Group Chief Executive, Grand Union Housing Group

How are you?

How often do we hear or utter those words and how often do we really mean them, or indeed the answers we respond with? And yet, really listening to the answer or being able to truthfully answer the question could mean the difference between life and death.

At the end of June, I stepped down as President of the Chartered Institute of Housing (CIH), having had the privilege of spending 18 months as an ambassador for the professional body that has given me so much. There are many great things about undertaking the presidency and one of these is to champion a cause.

Mental health campaign

For a whole range of reasons, I chose to champion mental health. I wanted to raise awareness, help landlords and, as it turned out, a few other organisations raise their games and raise some cash for the mental health charity Mind. In planning the campaign, I had no inkling of what was to come and that the pandemic would turn our world upside down and cause so much misery for so many.

I had thought that I would be travelling around the country and maybe even experience the odd trip abroad (the CIH has branches in Hong Kong, China, Australia and Canada) connecting with members, networking and speaking at conferences and carrying our campaign messages around mental health far and wide.

Instead, I sat in my kitchen, experiencing my own mental health challenges brought on by lockdown and fear of COVID-19. I have tried to support family, friends and colleagues while not being able to see them physically, and doing the best I could to follow the advice I’ve freely given others over the years. And so, the phrase ‘How are you?’ took on a new significance as I typed it into an instant message, an email or asked the question over Skype or Teams.

Support on the journey

Some organisations had been doing really good stuff about colleague wellbeing and mental health support well before the pandemic. Others weren’t so well prepared and so one of the things I wanted to do was to provide some resources so they had somewhere to start wherever they were on that journey.

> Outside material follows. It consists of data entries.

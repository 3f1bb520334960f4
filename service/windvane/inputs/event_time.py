"""Event and request times: epoch seconds as a number, or an RFC 3339 string with an offset.

Both spellings occur in bidder logs. A time without an offset is refused rather than
guessed, since a guess would shift every windowed count by the guessed offset.
"""

from __future__ import annotations

import math
import re
from datetime import datetime

# Times outside this range are almost always a unit mistake (milliseconds sent as seconds).
EARLIEST_S = 946_684_800.0  # 2000-01-01T00:00:00Z
LATEST_S = 4_102_444_800.0  # 2100-01-01T00:00:00Z

_RFC3339 = re.compile(
    r"^(\d{4}-\d{2}-\d{2})[Tt ](\d{2}:\d{2}:\d{2})(\.\d+)?([Zz]|[+-]\d{2}:\d{2})$"
)


def parse_time_s(value: object) -> float:
    """Epoch seconds of ``value``, or ValueError saying why it is not a time."""
    if isinstance(value, bool):
        raise ValueError("must be epoch seconds or an RFC 3339 string, not a boolean")
    if isinstance(value, int | float):
        seconds = float(value)
        if not math.isfinite(seconds):
            raise ValueError("must be a finite number of epoch seconds")
    elif isinstance(value, str):
        seconds = _parse_rfc3339(value)
    else:
        raise ValueError("must be epoch seconds (a number) or an RFC 3339 string with offset")
    if seconds < EARLIEST_S or seconds >= LATEST_S:
        hint = " (it looks like milliseconds; send seconds)" if seconds >= LATEST_S * 100 else ""
        raise ValueError(f"{value!r} is outside 2000-01-01 to 2100-01-01{hint}")
    return seconds


def _parse_rfc3339(text: str) -> float:
    match = _RFC3339.match(text)
    if match is None:
        raise ValueError(
            f"{text!r} is not an RFC 3339 time with offset, such as 2026-12-01T09:30:00.250+01:00"
        )
    date, clock, fraction, offset = match.groups()
    fraction = (fraction or "")[:7]
    offset = "+00:00" if offset in ("Z", "z") else offset
    try:
        stamp = datetime.fromisoformat(f"{date}T{clock}{fraction}{offset}")
    except ValueError as exc:
        raise ValueError(f"{text!r} is not a valid calendar time: {exc}") from None
    return stamp.timestamp()
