"""The lookup deadline, in one place: its default, its limits, its header and its check.

A bidder says how long it can wait, in the body (``deadline_ms``) or in the
``X-Deadline-Ms`` header; the body wins. The service's own default applies when
neither is given, and ``windvane serve --deadline-ms`` must lie within the same limits.
"""

from __future__ import annotations

from windvane.errors import BadRequest

DEFAULT_DEADLINE_MS = 5.0
MAX_DEADLINE_MS = 10_000.0
DEADLINE_HEADER = "x-deadline-ms"
DEADLINE_HEADER_BYTES = DEADLINE_HEADER.encode()
DEADLINE_REASON = f"must be above 0 and at most {MAX_DEADLINE_MS:g} ms"


def check_deadline_ms(value: object, field: str = "deadline_ms") -> float:
    """``value`` as a deadline in milliseconds, or ``BadRequest`` naming ``field``."""
    if isinstance(value, bool) or not isinstance(value, int | float):
        raise BadRequest(field, "must be a number of milliseconds")
    if not 0 < value <= MAX_DEADLINE_MS:
        raise BadRequest(field, DEADLINE_REASON)
    return float(value)


def header_deadline_ms(value: bytes | str | None) -> float | None:
    """The ``X-Deadline-Ms`` header's deadline, or None when the header is absent."""
    if value is None:
        return None
    try:
        number = float(value)
    except ValueError:
        raise BadRequest("X-Deadline-Ms", "must be a number of milliseconds") from None
    return check_deadline_ms(number, "X-Deadline-Ms")
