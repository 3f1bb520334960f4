"""The lookup request: who asks (user, app), when, on what device and slot, for which campaigns.

The same request type is read by the CLI, the HTTP service and the tests, and checked
by msgspec with the same types as events. Time defaults to now, because a bidder asks
about the auction it is running.
"""

from __future__ import annotations

import time
from typing import Annotated, Any

import msgspec
from msgspec import Meta, Struct

from windvane.errors import BadRequest
from windvane.inputs.event_time import parse_time_s
from windvane.inputs.rtb_objects import (
    ID_REASON,
    Device,
    Flag,
    Geo,
    Identifier,
    Slot,
    check_ids,
    decode_checked,
    unsafe_id,
    validation_problem,
)

MAX_CAMPAIGNS = 500


class LookupRequest(Struct):
    user: Identifier | None = None
    app: Identifier | None = None
    ts_s: float | str | None = msgspec.field(default=None, name="ts")
    device: Device | None = None
    geo: Geo | None = None
    slot: Slot | None = None
    campaigns: Annotated[tuple[Identifier, ...], Meta(max_length=MAX_CAMPAIGNS)] = ()
    coppa: Flag | None = False

    def __post_init__(self) -> None:
        if self.ts_s is None:
            self.ts_s = time.time()
        else:
            try:
                self.ts_s = parse_time_s(self.ts_s)
            except ValueError as exc:
                raise BadRequest("ts", str(exc)) from None
        if type(self.coppa) is not bool:
            self.coppa = bool(self.coppa)
        if unsafe_id(f"{self.user}{self.app}{''.join(self.campaigns)}"):
            check_ids(self, ("user", "app"), BadRequest)
            for i, campaign in enumerate(self.campaigns):
                if unsafe_id(campaign):
                    raise BadRequest(f"campaigns[{i}]", ID_REASON)
        if len(set(self.campaigns)) != len(self.campaigns):
            self.campaigns = tuple(dict.fromkeys(self.campaigns))

    @property
    def restricted(self) -> bool:
        """Limit-ad-tracking or COPPA: no per-user state may be read for this request."""
        return bool(self.coppa) or (self.device is not None and bool(self.device.lmt))


class LookupCall(LookupRequest):
    """A lookup as the HTTP API takes it: the request plus the model and the deadline."""

    model: Annotated[str, Meta(min_length=1)] | None = None
    deadline_ms: Annotated[float, Meta(gt=0, le=10_000)] | None = None


_DECODER = msgspec.json.Decoder(LookupCall)


def parse_lookup_request(obj: Any) -> LookupRequest:
    """Validate a decoded JSON value (a dict) as a lookup request, or raise ``BadRequest``."""
    try:
        return msgspec.convert(obj, LookupRequest)
    except msgspec.ValidationError as exc:
        raise BadRequest(*validation_problem(exc)) from None


def decode_lookup_call(body: bytes) -> LookupCall:
    """Decode and validate a lookup body in one pass, or raise ``BadRequest``."""
    return decode_checked(_DECODER, body, BadRequest, "the body is not valid JSON")
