"""What arrives from outside, validated: OpenRTB-shaped objects, events, lookup requests, times."""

I had come to the conclusion some time previously that the context for my colleagues at Grand Union had changed. Mental health support was difficult for our customers to come by and staff were seeing the impacts of poverty brought on by austerity and a whole range of other challenges. On top of this staff were experiencing their own challenges. As employers, we knew we needed to do something even before the pandemic. COVID-19 accelerated that.

Shine a light

We released our first guide, Shine a Light, at the presidential dinner in 2020 – probably one of the last events I saw people at. It is a publication for housing organisations that provides a toolkit to support the creation of an open culture around mental health.

Our colleagues at Grand Union shaped it and we worked with the charity Mind and the CIH to develop it too. It’s a practical guide with some good practice examples.

We then turned our focus to how we could work to engage with customers with mental health challenges. In this work we were supported by TPAS and we listened to what customers had to say.

It was never the intention to turn housing staff into fully fledged mental health support workers – only to give them a few simple tools around communication. I think that sometimes we do nothing because we’re afraid of doing the wrong thing and I wanted to try to help address this.

Next generation

Our third piece of research started out life as a piece of work to help us understand what we needed to do to attract the talent we need in the sector and retain it. From the Deloitte Global Millennial Survey, we know that younger people are the most anxious in the workplace and if we are serious about succession-planning properly then taking steps to support younger people, in particular, is vital for our sector.

We had a captive audience of chief executives on the Campbell Tickell WhatsApp group and we took the opportunity to ask them how they were and what would make things better for them. The resulting study into wellbeing in the housing sector by Professor Jo Richardson (the new CIH President) and Andrew Mitchell of De Montfort University is a first for the sector and contains some really practical steps that we can take to support each other, as well as a bit of advice for the government.

Our mental health crisis is not going away anytime soon and we have a moral responsibility to be better. It makes good business sense too, as the economic and social cost of mental ill health in England was £119 billion last year – it’s the biggest single cause of absence from work.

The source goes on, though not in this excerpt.